Lance's feminine side has often resulted in him being tagged as "camp". The Guardian's Ogle said that Lance was "very camp" and offered "a lot in the way of humour, albeit in a queenly fashion". She added it was this trait that attracted criticism from viewers. Liverpool Daily Post's Philip Key said that Poppins was "the camp barman Lance from Brookside" and soap "expert" Sharon Marshall agreed that Lance was just camp. Tony Stewart from the Daily Mirror thought that Lance was so camp that he made "Graham Norton look butch". His colleague Tony Purnell said that the "limp-wristed Lance" provided "light relief". When Lance is made homeless and Max takes him in, Purnell quipped: "since the lad is as camp as a row of tents I would have thought he would have been more comfortable under canvas." After a short absence from the screen in 2001, Rob Driscoll, writing for the Daily Record, said that it was "great" to have Lance back. A writer from Liverpool Echo said that Poppins is instantly recognisable as "camp Lance Powell, the long-suffering brother of troublemaker Leanne".

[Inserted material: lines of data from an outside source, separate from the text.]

//! The reports against what they were made from, the committed ones, and the README's commands.

mod clocks;
mod fresh;
mod readme;
mod json;
mod geo;
mod geo_rules;
mod kml;
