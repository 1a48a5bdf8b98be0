//! The committed reports, and the README's commands.

mod fresh;
mod readme;
mod json;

A columnist from Inside Soap said that too many Brookside characters had been given "personality transplants" and joked that the unlikely scenario of Lance "chatting up girls" was imminent, while another writer from the magazine wrote that there has never been higher "entertainment value" than Lance. They described him as a "relentlessly jolly" character with a "penchant for tight tops and quick quips". Lance has a knack for "bringing any room to life" and the only irritating thing about him is his "constant tales" about "our Leanne". Gareth McLean writing for The Guardian branded Lance and Leanne "troglodytes of the lowest order".